Jack Spade has canceled plans to open in the Mission District.
Wednesday’s 4-1 decision by the Board of Appeals to rehear the question of whether Jack Spade could be defined as formula retail — a finding that would make the approval process more involved — was clearly enough for the retailer to decide to look elsewhere.
In its official statement, the company wrote, “We at JACK SPADE are disappointed with Wednesday’s Board of Appeals ruling. In our minds and in accordance with the district’s code, JACK SPADE is not ‘formula retail’ and we have been completely transparent regarding our relationship to our parent company.”
The opponents felt otherwise. They argued that although Jack Spade might escape being defined as a formula retail under the guidelines of the legislation, it was clearly the sort of store that the architects of the legislation meant to include. Jack Spade is associated with Kate Spade, which is under the umbrella of the company Fifth and Pacific.
On hearing the news of Jack Spake’s retreat, the opponents were exuberant and credited the community.

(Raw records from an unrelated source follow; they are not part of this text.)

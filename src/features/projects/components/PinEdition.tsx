import { useMutation, useQuery, useQueryClient } from '@tanstack/react-query';
import { useState } from 'react';
import { canBePinned } from '#shared/basis/lifecycle.ts';
import { listBases } from '#shared/contracts/bases.ts';
import { pinEdition, type Project } from '#shared/contracts/projects.ts';
import { Button } from '#src/components/Button.tsx';
import { Dialog } from '#src/components/Dialog.tsx';
import { EditionName } from '#src/components/EditionName.tsx';
import { EmptyState } from '#src/components/EmptyState.tsx';
import { TextField } from '#src/components/Field.tsx';
import { Loading } from '#src/components/Loading.tsx';
import { ProblemNotice } from '#src/components/Notice.tsx';
import { UnverifiedMark } from '#src/components/StateMark.tsx';
import { ApiProblem, call } from '#src/lib/api/call.ts';
import { day } from '#src/lib/format/time.ts';

/** Pins an edition on purpose: what each is for, what in it nobody verified, who released it. */
export function PinEdition({ project, onClose }: { project: Project; onClose: () => void }) {
  const client = useQueryClient();
  const bases = useQuery({ queryKey: ['bases'], queryFn: () => call(listBases) });
  const [chosen, setChosen] = useState<string | null>(null);
  const pin = useMutation({
    mutationFn: (reason: string) =>
      call(pinEdition, {
        params: { id: project.id },
        body: { editionId: chosen ?? '', version: project.version, reason },
      }),
    onSuccess: async () => {
      await client.invalidateQueries({ queryKey: ['project', project.id] });
      await Promise.all(
        ['projects', 'member', 'desk', 'bases', 'basis'].map((key) =>
          client.invalidateQueries({ queryKey: [key] }),
        ),
      );
      onClose();
    },
    // A colleague changed the project: fetched anew, so that the choice is made knowing what is stored.
    onError: async (error) => {
      if (error instanceof ApiProblem && error.code === 'stale-version')
        await client.invalidateQueries({ queryKey: ['project', project.id] });
    },
  });
  const editions = (bases.data?.items ?? [])
    .flatMap((basis) => basis.editions)
    .filter(({ state, id }) => canBePinned(state) && id !== project.edition?.id);
  return (
    <Dialog title="Pin an edition" open onClose={onClose} wide>
      {project.edition && (
        <p className="mb-1">
          Pinned now: <EditionName edition={project.edition} />
        </p>
      )}
      <p className="mb-3 text-soft">
        Every member is checked anew against the edition you pin. The results on the old one stay on record.
      </p>
      <ProblemNotice error={bases.error ?? pin.error} />
      {bases.isPending && <Loading what="the editions" />}
      {bases.data && editions.length === 0 && (
        <EmptyState>
          There is no other released edition. A basis keeper drafts one and a second person releases it.
        </EmptyState>
      )}
      {editions.length > 0 && (
        <form
          onSubmit={(event) => {
            event.preventDefault();
            pin.mutate(String(new FormData(event.currentTarget).get('reason') ?? '').trim());
          }}
        >
          <fieldset className="mb-4">
            <legend className="sr-only">Edition</legend>
            {editions.map((edition) => (
              <label
                key={edition.id}
                className="flex cursor-pointer gap-3 border-b border-rule py-2.5 has-checked:bg-wash"
              >
                <input
                  type="radio"
                  name="edition"
                  required
                  checked={chosen === edition.id}
                  onChange={() => setChosen(edition.id)}
                  className="mt-1"
                />
                <span className="min-w-0">
                  <span className="font-semibold">
                    {edition.basisTitle}, edition {edition.number}
                  </span>{' '}
                  <span className="text-soft">
                    {edition.method}; {edition.unitSystem}
                  </span>
                  <span className="block text-soft">{edition.purpose}</span>
                  <span className="block text-sm text-soft">
                    {edition.releasedBy && edition.releasedAt
                      ? `Released ${day(edition.releasedAt)} by ${edition.releasedBy.name}. `
                      : ''}
                    <UnverifiedMark count={edition.unverified} what="values are" />
                  </span>
                </span>
              </label>
            ))}
          </fieldset>
          <TextField
            label="Reason, for the record"
            name="reason"
            required
            maxLength={2000}
            placeholder="Agreed with the client on …"
          />
          <Button type="submit" kind="main" disabled={chosen === null || pin.isPending}>
            {pin.isPending ? 'Checking every member …' : 'Pin it and check every member'}
          </Button>
        </form>
      )}
    </Dialog>
  );
}
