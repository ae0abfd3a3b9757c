import { useMutation, useQuery, useQueryClient } from '@tanstack/react-query';
import { useState } from 'react';
import { readEdition } from '#shared/contracts/bases.ts';
import { updateProject, type Project } from '#shared/contracts/projects.ts';
import { listStock } from '#shared/contracts/stock.ts';
import { Button } from '#src/components/Button.tsx';
import { Dialog } from '#src/components/Dialog.tsx';
import { SelectField, TextField } from '#src/components/Field.tsx';
import { ProblemNotice } from '#src/components/Notice.tsx';
import { ApiProblem, call } from '#src/lib/api/call.ts';
import { changesOf, particularsOf, type Particulars } from '../particulars.ts';
import { StaleParticulars } from './StaleParticulars.tsx';

/** Particulars of a project. A colleague's newer version is shown beside what was typed, which stays. */
export function EditProject({ project, onClose }: { project: Project; onClose: () => void }) {
  const client = useQueryClient();
  // What the form began from: a newer version that arrives meanwhile must not pass for it.
  const [base] = useState(project);
  const [mine, setMine] = useState<Particulars>(() => particularsOf(project));
  const [stored, setStored] = useState<Project | null>(null);
  const stock = useQuery({ queryKey: ['stock'], queryFn: () => call(listStock) });
  const edition = useQuery({
    queryKey: ['edition', project.edition?.id],
    queryFn: () => call(readEdition, { params: { id: project.edition?.id ?? '' } }),
    enabled: project.edition !== null,
    staleTime: Infinity,
  });
  const set = (changed: Partial<Particulars>) => setMine((now) => ({ ...now, ...changed }));
  const change = useMutation({
    mutationFn: (body: Partial<Particulars>) =>
      call(updateProject, {
        params: { id: base.id },
        body: { version: (stored ?? base).version, ...body },
      }),
    onSuccess: async () => {
      await client.invalidateQueries({ queryKey: ['project', base.id] });
      await Promise.all(
        ['projects', 'member', 'desk'].map((key) => client.invalidateQueries({ queryKey: [key] })),
      );
      onClose();
    },
    onError: (error) => {
      if (error instanceof ApiProblem && error.code === 'stale-version')
        setStored(error.problem.stored as Project);
    },
  });
  const stale = change.error instanceof ApiProblem && change.error.code === 'stale-version';
  const save = () => {
    const trimmed = { ...mine, title: mine.title.trim(), site: mine.site.trim(), client: mine.client.trim() };
    const body = changesOf(particularsOf(base), trimmed);
    if (Object.keys(body).length === 0) onClose();
    else change.mutate(body);
  };
  const choices = edition.data?.document.choices.filter(({ scope }) => scope === 'project') ?? [];
  return (
    <Dialog title="Particulars" open onClose={onClose}>
      {stale && stored ? (
        <StaleParticulars
          base={particularsOf(base)}
          mine={mine}
          stored={particularsOf(stored)}
          stockTitle={(id) => stock.data?.items.find((list) => list.id === id)?.title ?? 'none'}
        />
      ) : (
        <ProblemNotice error={change.error} />
      )}
      <form
        onSubmit={(event) => {
          event.preventDefault();
          save();
        }}
      >
        <TextField
          label="Title"
          value={mine.title}
          onChange={(event) => set({ title: event.target.value })}
          required
          maxLength={200}
        />
        <TextField
          label="Site"
          value={mine.site}
          onChange={(event) => set({ site: event.target.value })}
          maxLength={200}
        />
        <TextField
          label="Client"
          value={mine.client}
          onChange={(event) => set({ client: event.target.value })}
          maxLength={200}
        />
        {choices.map(({ symbol, title, options, default: usual }) => (
          <SelectField
            key={symbol}
            label={title}
            hint="For every member of the project; a change checks them anew."
            value={mine.choices[symbol] ?? ''}
            onChange={(event) => {
              const others = Object.entries(mine.choices).filter(([key]) => key !== symbol);
              const option = event.target.value;
              set({ choices: Object.fromEntries(option ? [...others, [symbol, option]] : others) });
            }}
          >
            <option value="">
              {usual === undefined
                ? 'not chosen yet'
                : `as usual: ${options.find(({ id }) => id === usual)?.title ?? usual}`}
            </option>
            {options.map((option) => (
              <option key={option.id} value={option.id}>
                {option.title}
              </option>
            ))}
          </SelectField>
        ))}
        <SelectField
          label="Stock list"
          value={mine.stockListId ?? ''}
          onChange={(event) => set({ stockListId: event.target.value || null })}
        >
          <option value="">none</option>
          {stock.data?.items.map(({ id, title }) => (
            <option key={id} value={id}>
              {title}
            </option>
          ))}
        </SelectField>
        <SelectField
          label="State"
          value={mine.state}
          onChange={(event) => set({ state: event.target.value === 'closed' ? 'closed' : 'live' })}
          hint="A closed project can be read and not changed."
        >
          <option value="live">Live</option>
          <option value="closed">Closed</option>
        </SelectField>
        <Button type="submit" kind="main" disabled={change.isPending}>
          {stale ? 'Save yours now' : 'Save'}
        </Button>
      </form>
    </Dialog>
  );
}
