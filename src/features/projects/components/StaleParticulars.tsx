import { Notice } from '#src/components/Notice.tsx';
import { clashing, differing, fieldTitles, type Field, type Particulars } from '../particulars.ts';

interface StaleParticularsProps {
  base: Particulars;
  mine: Particulars;
  stored: Particulars;
  stockTitle: (id: string | null) => string;
}

/** What a colleague saved meanwhile, and what saving now would do to it. */
export function StaleParticulars({ base, mine, stored, stockTitle }: StaleParticularsProps) {
  const words = (of: Particulars, field: Field): string => {
    if (field === 'stockListId') return stockTitle(of.stockListId);
    if (field !== 'choices') return of[field] || 'empty';
    const chosen = Object.entries(of.choices).map(([symbol, option]) => `${symbol}: ${option}`);
    return chosen.join(', ') || 'none';
  };
  const theirs = differing(base, stored);
  const clashes = clashing(base, mine, stored);
  return (
    <Notice tone="warning">
      <p className="font-medium">A colleague changed this project while you typed. Nothing was lost.</p>
      {theirs.length > 0 && (
        <ul className="mt-1 list-disc pl-5">
          {theirs.map((field) => (
            <li key={field}>
              {fieldTitles[field]} is now “{words(stored, field)}”
              {clashes.includes(field)
                ? `; yours, “${words(mine, field)}”, would replace it`
                : ', and stays so'}
              .
            </li>
          ))}
        </ul>
      )}
      {theirs.length === 0 && <p>None of these particulars is different: its edition or stock was.</p>}
      <p className="mt-1">Save again to store only the fields you changed, or close to leave it as it is.</p>
    </Notice>
  );
}
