def killed_in_the_middle_of_edits_the_venue_loads():
    with Folder() as folder:
        venue = quay_in(folder)
        kept = 0
        dice = random.Random(8)
        for _ in range(50):
            desk = Desk(venue)
            acknowledged = []

            def edits():
                try:
                    for i in range(400):
                        add_mark(desk, 10 + i % 300, 50, 1.0)
                        acknowledged.append(i)
                except (OSError, http.client.HTTPException, ValueError):
                    pass  # the server is gone

            busy = threading.Thread(target=edits)
            busy.start()
            until(lambda: acknowledged or not busy.is_alive(), 30, "a first edit")
            time.sleep(dice.uniform(0.0, 0.15))
            desk.kill()
            busy.join()
            desk.process.stdout.close()
            kept += len(acknowledged)
        # All that was answered is there; the one under way when it was killed may be.
        text = (venue / "marks.csv").read_text()
        rows = sum(1 for line in text.splitlines() if line.startswith(","))
        assert kept <= rows <= kept + 50, (kept, rows)
        again = Desk(venue)
        try:
            bench = again.bench()
            assert bench["problems"] == [], bench["problems"]
            assert sum(1 for mark in bench["marks"] if not mark["image"]) == rows
        finally:
            again.close()


def link_keys_are_written_in_place():
    with Folder() as folder:
        venue = quay_in(folder)
        desk = Desk(venue)
        try:
            before = (venue / "venue.yaml").read_text()
            sha = desk.bench()["files"]["venue.yaml"]["sha"]
            desk.post("/api/link", {"near_m": 0.2, "far_m": 2.5, "range_bits": 6, "baud": 57600,
                                    "table_bytes": 900, "base": sha})
            after = (venue / "venue.yaml").read_text()
            expected = (before.replace("near_m: 0.15", "near_m: 0.2").replace("far_m: 3.0", "far_m: 2.5")
                        .replace("range_bits: 7", "range_bits: 6").replace("baud: 115200", "baud: 57600")
                        .replace("table_bytes: 1024", "table_bytes: 900"))
            assert after == expected, after
            desk.post("/api/undo")
            assert (venue / "venue.yaml").read_text() == before
            # Block style, and keys that are not there yet.
            (venue / "venue.yaml").write_text("name: Q\nlink:\n  baud: 115200  # as wired\n")
            (venue / "marks.csv").unlink()
            (venue / "swatches.csv").unlink()
            (venue / "tape.csv").unlink()
            sha = desk.bench()["files"]["venue.yaml"]["sha"]
            desk.post("/api/link", {"near_m": 0.2, "baud": 57600, "table_bytes": 900, "base": sha})
            text = (venue / "venue.yaml").read_text()
            assert text == ("name: Q\nlink:\n  near_m: 0.2\n  baud: 57600  # as wired\n"
                            "budget: {table_bytes: 900}\n"), text
        finally:
            desk.close()
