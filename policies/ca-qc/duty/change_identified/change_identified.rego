# METADATA
# title: Change identified within 30 days
# description: >-
#   When a workplace situation is changed so that there is a risk of exceeding a limit, the employer identifies this
#   within 30 days of the change.
# custom:
#   cite: r. 13, s. 134, first paragraph
#   subject: group
#   topic: monitoring
#   severity: major
#   evidence: [change]
#   remedy: Enter the change in the register as one that brings a risk of exceeding the limits, with the date.
package duty.change_identified

import data.common
import rego.v2

obligations contains {
	"key": change.id,
	"after": change.date,
	"within": "change_identification_time",
	"by": entry(change),
	"note": change.what,
	"because": [change.ref],
} if {
	some change in concerned
	known(change)
}

obligations contains {
	"key": change.id,
	"holds": null,
	"note": sprintf("nobody has said whether the change of %s raises exposure", [change.date]),
	"missing": ["whether the change raises exposure"],
	"because": [change.ref],
} if {
	some change in concerned
	not known(change)
}

not_owed contains "no change that brings a risk of exceeding a limit is on record" if count(concerned) == 0

known(change) if change.raises_exposure == "yes"

known(change) if change.identified_on != null

entry(change) := {"date": change.identified_on, "ref": change.ref} if {
	change.identified_on != null
} else := null

# A change of a situation that may come to exceed a limit, since the section came into force.
concerned := [change |
	some change in input.changes
	change.raises_exposure != "no"
	common.at(data.parameters.sections_in_force, change.date) != null
	at_risk(change)
]

at_risk(change) if change.enrolling

at_risk(_) if input.suspected_noisy != false
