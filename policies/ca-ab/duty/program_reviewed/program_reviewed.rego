# METADATA
# title: Yearly review of the program
# description: >-
#   The noise management program is reviewed at least once a year: whether education is effective, whether more must
#   be measured, whether control is adequate; since 31 March 2023 the whole program.
# custom:
#   cite: OHS Code, s. 221
#   subject: site
#   topic: records
#   severity: major
#   evidence: [document]
#   remedy: Review the program now, and record the day of the review.
package duty.program_reviewed

import rego.v2

obligations contains {
	"every": "program_review_interval",
	"during": {"from": max([papers[0].date, data.parameters.program_review_interval.values[0].from]), "to": null},
	"by": ["document.hearing_conservation_programme", "document.written_program"],
	"because": [papers[0].ref],
} if {
	owed
	count(papers) > 0
}

not_owed contains "nobody is known to be exposed to excess noise now" if not owed

not_owed contains "there is no program yet, which is a finding of its own" if {
	owed
	count(papers) == 0
}

owed if input.enrolled_now > 0

papers := [paper |
	some paper in input.documents
	paper.kind in ["hearing_conservation_programme", "written_program"]
]
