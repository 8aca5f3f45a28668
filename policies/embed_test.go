package policies

import (
	"io/fs"
	"os"
	"testing"

	"github.com/stretchr/testify/assert"
	"github.com/stretchr/testify/require"
)

// TestOnlyTheBooksAreLeftOut holds what is embedded to the files in the folders.
func TestOnlyTheBooksAreLeftOut(t *testing.T) {
	paths := func(fsys fs.FS) (out []string) {
		require.NoError(t, fs.WalkDir(fsys, ".", func(p string, entry fs.DirEntry, err error) error {
			if err == nil && !entry.IsDir() && entry.Name() != "BOOK.md" {
				out = append(out, p)
			}
			return err
		}))
		return out
	}
	var want []string
	folders, err := os.ReadDir(".")
	require.NoError(t, err)
	for _, f := range folders {
		if f.IsDir() {
			within, err := fs.Sub(os.DirFS("."), f.Name())
			require.NoError(t, err)
			for _, p := range paths(within) {
				want = append(want, f.Name()+"/"+p)
			}
		}
	}
	assert.Equal(t, want, paths(FS))
	books, err := fs.Glob(FS, "*/BOOK.md")
	require.NoError(t, err)
	assert.Empty(t, books)
}
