# METADATA
# title: Review after damage from noise
# description: >-
#   Where damage is likely to come from noise at work, the employer reviews the risk assessment and the measures,
#   takes the doctor's advice into account, and arranges surveillance and an examination of others who are exposed
#   alike.
# custom:
#   cite: Directive 2003/10/EC Art 10(4)(b)
#   subject: worker
#   topic: follow-up
#   severity: major
#   evidence: [follow_up, examination]
#   remedy: Review what lacks, and record it for the worker concerned.
package duty.damage_reviewed

import rego.v2

# The law sets no time.
obligations contains {
	"key": sprintf("%s of %s", [what.key, case.damage.ref]),
	"after": case.opinion.date,
	"by": first_of(what.kinds, case),
	"note": sprintf("after damage that is likely to come from noise at work, %s", [what.words]),
	"because": [case.damage.ref, case.opinion.ref],
} if {
	some case in from_noise
	some what in asked
}

not_owed contains "no damage that is likely to come from noise at work is on record" if count(from_noise) == 0

asked := [
	{"key": "assessment", "kinds": {"assessment_reviewed"}, "words": "the risk assessment is reviewed"},
	{"key": "measures", "kinds": {"measures_reviewed", "controls_reviewed", "alternative_work"}, "words": "the measures are reviewed, with the doctor's advice"},
	{"key": "others", "kinds": {"group_reviewed"}, "words": "others who are exposed alike are examined"},
]

first_of(kinds, case) := {"date": done.date, "ref": done.ref} if {
	done := [done | some done in case.damage.follow_ups; done.kind in kinds; done.date >= case.opinion.date][0]
} else := null

# The latest opinion on the cause counts, so that of a specialist after that of the doctor.
from_noise := [{"damage": damage, "opinion": done} |
	some damage in found
	said := opinions(damage)
	done := said[count(said) - 1]
	done.result == "work_related"
]

# Damage that an examination found, or that was noted after a hearing test.
found := array.concat(
	[{"ref": examination.ref, "date": examination.attended_on, "follow_ups": examination.follow_ups, "told_on": examination.results_on} |
		some examination in input.examinations
		examination.damage == true
	],
	[{"ref": test.ref, "date": test.date, "follow_ups": test.follow_ups, "told_on": null} |
		some test in input.audiograms
		some done in test.follow_ups
		done.kind == "damage_found"
	],
)

opinions(damage) := [done |
	some done in damage.follow_ups
	done.kind in {"damage_opinion", "medical_opinion"}
	done.result in {"work_related", "not_work_related"}
]
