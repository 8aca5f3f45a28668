package duty.program_reviewed_test

import data.duty.program_reviewed
import rego.v2

site(papers, number) := {"enrolled_now": number, "documents": papers}

program := {"kind": "written_program", "date": "2020-01-01", "ref": "document/p"}

test_every_year_since_the_program if {
	some o in program_reviewed.obligations with input as site([program], 4)
	o.every == "program_review_interval"
	o.during == {"from": "2020-01-01", "to": null}
	count(program_reviewed.not_owed) == 0 with input as site([program], 4)
}

test_program_from_before_the_law if {
	some o in program_reviewed.obligations with input as site([object.union(program, {"date": "2008-02-10"})], 4)
	o.during.from == "2009-07-01"
}

test_not_owed if {
	every dossier in [site([], 4), site([program], 0)] {
		count(program_reviewed.obligations) == 0 with input as dossier
		count(program_reviewed.not_owed) == 1 with input as dossier
	}
}
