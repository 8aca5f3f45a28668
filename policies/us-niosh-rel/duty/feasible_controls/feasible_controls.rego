# METADATA
# title: Feasible controls (recommended)
# description: >-
#   Where workers are at or above the REL, engineering controls, administrative controls and work practices are used as
#   far as feasible. What is feasible is a judgement. Exposure at or above the REL is no finding by itself as long as
#   all that was found feasible is in place.
# custom:
#   cite: NIOSH 98-126, 1.1, 1.4 (from memory)
#   subject: group
#   topic: controls
#   severity: minor
#   evidence: [measurement, control]
#   remedy: >-
#     Have a competent person study engineering and administrative controls, put the feasible ones in place, and record
#     the study.
package duty.feasible_controls

import data.common
import rego.v2

obligations contains {
	"holds": true,
	"on": latest_control.date,
	"because": [latest_control.ref],
	"facts": facts,
} if {
	at_the_rel
	controlled
}

obligations contains {
	"holds": false,
	"on": control.date,
	"note": sprintf("the control was found feasible and is not in place: %s", [named(control)]),
	"because": [control.ref],
	"facts": facts,
} if {
	at_the_rel
	some control in not_in_place
}

obligations contains {
	"ask": "Which engineering or administrative controls are feasible for this group?",
	"of": "competent person (engineering)",
	"because": common.refs(input.controls),
	"facts": facts,
} if {
	at_the_rel
	count(not_in_place) == 0
	not controlled
}

obligations contains {
	"holds": null,
	"note": sprintf("it is not known whether the group is at or above the REL: %s", [concat("; ", reasons_not_known)]),
	"missing": ["an exposure that can be held against the REL"],
	"facts": facts,
} if {
	not at_the_rel
	count(reasons_not_known) > 0
}

not_owed contains "the group is not at or above the REL, or was never measured" if {
	not at_the_rel
	count(reasons_not_known) == 0
}

at_the_rel if common.any_current(input.exposed.rel)

# A group that was never measured is the matter of initial-assessment, not of this duty.
reasons_not_known := [stretch.reason |
	input.first_survey != null
	some stretch in input.exposure_unknown.rel
	common.covers(stretch, input.as_of)
]

latest_control := input.controls[count(input.controls) - 1]

# A control that was found feasible is owed until it is in place, or until a later record on the same control says
# otherwise. What was found of another control does not replace it.
not_in_place := [control |
	some i, control in input.controls
	control.feasible == "yes"
	control.installed_on == null
	not replaced(i)
]

replaced(i) if {
	some j, later in input.controls
	j > i
	later.what == input.controls[i].what
}

named(control) := control.what if {
	control.what != null
} else := sprintf("the one of %s", [control.date])

controlled if {
	count(not_in_place) == 0
	latest_control.feasible == "no"
}

controlled if {
	count(not_in_place) == 0
	latest_control.feasible == "yes"
}

facts := {"workers": input.workers, "controls": [control.what | some control in input.controls]}
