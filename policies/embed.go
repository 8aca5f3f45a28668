// Package policies holds the bundles of duties that are built into hearduty. Beside each lies its book, BOOK.md, made
// from it for readers who do not program.
package policies

import "embed"

//go:generate go run hearduty/internal/report/rulebook/generate

// FS holds the bundles, one folder each, and the folder common with the rules that they share. The pattern leaves out
// the books, which nothing reads.
//
//go:embed all:*/[^B]*
var FS embed.FS
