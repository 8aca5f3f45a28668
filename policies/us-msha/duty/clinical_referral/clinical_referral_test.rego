package duty.clinical_referral_test

import data.duty.clinical_referral
import rego.v2

done(kind, result, by) := {"date": "2024-03-20", "ref": "follow_up/1", "kind": kind, "result": result, "by_is": by}

invalid(follow_ups) := {
	"id": "a2",
	"ref": "audiogram/a2",
	"date": "2024-03-05",
	"enrolled": true,
	"invalidated": true,
	"ears_with_result": 2,
	"follow_ups": follow_ups,
}

valid := {"id": "a3", "ref": "audiogram/a3", "date": "2024-04-10", "enrolled": true, "invalidated": false, "ears_with_result": 2, "follow_ups": []}

worker(tests) := {"audiograms": tests}

obligation(dossier) := only if {
	all := clinical_referral.obligations with input as dossier
	some only in all
	count(all) == 1
}

test_nobody_has_decided if {
	every follow_ups in [[], [done("invalidated", null, "audiologist")], [done("referral_decision", "referral_needed", "technician")], [done("referral_decision", null, "physician")]] {
		found := obligation(worker([invalid(follow_ups)]))
		found.of == "physician or audiologist"
		found.by == null
	}
}

test_needed_and_not_made if {
	found := obligation(worker([invalid([done("referral_decision", "referral_needed", "audiologist")])]))
	found.after == "2024-03-20"
	found.by == null
}

test_referred if {
	obligation(worker([invalid([done("referral_decision", "referral_needed", "audiologist"), done("referral", null, "audiologist")])])).holds == true
	obligation(worker([invalid([done("referral", null, null)])])).because == ["audiogram/a2", "follow_up/1"]
}

test_not_needed if obligation(worker([invalid([done("referral_decision", "no_referral_needed", "physician")])])).holds == true

test_valid_audiogram_since if {
	settled := worker([invalid([]), valid])
	clinical_referral.obligations == set() with input as settled
	count(clinical_referral.not_owed) == 1 with input as settled
	obligation(worker([invalid([done("referral_decision", "referral_needed", "physician")]), valid])).by == null
}

test_another_invalid_audiogram_settles_nothing if {
	again := object.union(invalid([done("referral", null, "physician")]), {"id": "a3", "date": "2024-04-10"})
	{o.key | some o in clinical_referral.obligations} == {"a2", "a3"} with input as worker([invalid([]), again])
}

test_test_of_one_ear_settles_nothing if {
	obligation(worker([invalid([]), object.union(valid, {"ears_with_result": 1})])).of == "physician or audiologist"
}

test_nothing_invalid if {
	every tests in [[], [valid], [object.union(invalid([]), {"enrolled": false})]] {
		clinical_referral.obligations == set() with input as worker(tests)
		count(clinical_referral.not_owed) == 1 with input as worker(tests)
	}
	count(clinical_referral.not_owed) == 0 with input as worker([invalid([])])
}
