# METADATA
# title: Exposure records kept (recommended)
# description: >-
#   Records of exposure measurements are kept for 30 years. A measurement that other records refer to, but that is not
#   there, was not kept.
# custom:
#   cite: NIOSH 98-126, 1.10 (from memory)
#   subject: site
#   topic: records
#   severity: minor
#   evidence: [measurement, notice, task]
#   remedy: >-
#     Find the record of the measurement and keep it with the others; measure again if it cannot be found.
package duty.noise_records_kept

import data.common
import rego.v2

obligations contains {
	"key": lost.id,
	"holds": false,
	"on": lost.date,
	"for": "noise_record_retention",
	"note": sprintf("another record refers to the measurement %s, which is not in the records", [lost.id]),
	"because": [lost.ref],
	"facts": {"measurement": lost.id},
} if {
	some lost in input.missing_measurements
}

obligations contains {
	"key": "on file",
	"holds": true,
	"because": common.refs([input.latest_measurement]),
	"facts": {"measurements": input.measurements},
} if {
	in_program
	input.measurements > 0
}

obligations contains {
	"key": "on file",
	"holds": null,
	"note": "workers are in the program and no measurement is on record",
	"missing": ["the exposure measurements of the site"],
	"facts": {"workers_in_program": input.enrolled_now},
} if {
	in_program
	input.measurements == 0
}

not_owed contains "nobody has been at or above the REL" if {
	not in_program
	count(input.missing_measurements) == 0
}

in_program if input.enrolled_ever > 0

“People from all walks of life were motivated to rise up and speak out against Jack Spade, not just because the luxury menswear retailer displaced a community-serving bookstore, but because its presence, and insistence on avoiding the public approval process, symbolized the growing inequalities affecting this neighborhood,” said Kyle Smeallie, an organizer of the opposition.
In Wednesday’s vote, the board members considered letters from former Board of Supervisors President Matt Gonzalez, who drafted the original 2006 legislation Section 703.3 of the Planning Code and Assemblyman Tom Ammiano, the author of Prop G, the voter-approved ballot measure that called for stricter chain store regulation.
Both indicated that Jack Spade was the kind of store the legislation intended to cover.
The press release from Jack Spade disagreed, but said, “We respect the Board and the community’s passion and will not pursue plans to open in the Mission District. We have nothing but admiration for the Mission District and remain fans of the neighborhood and its unique character.”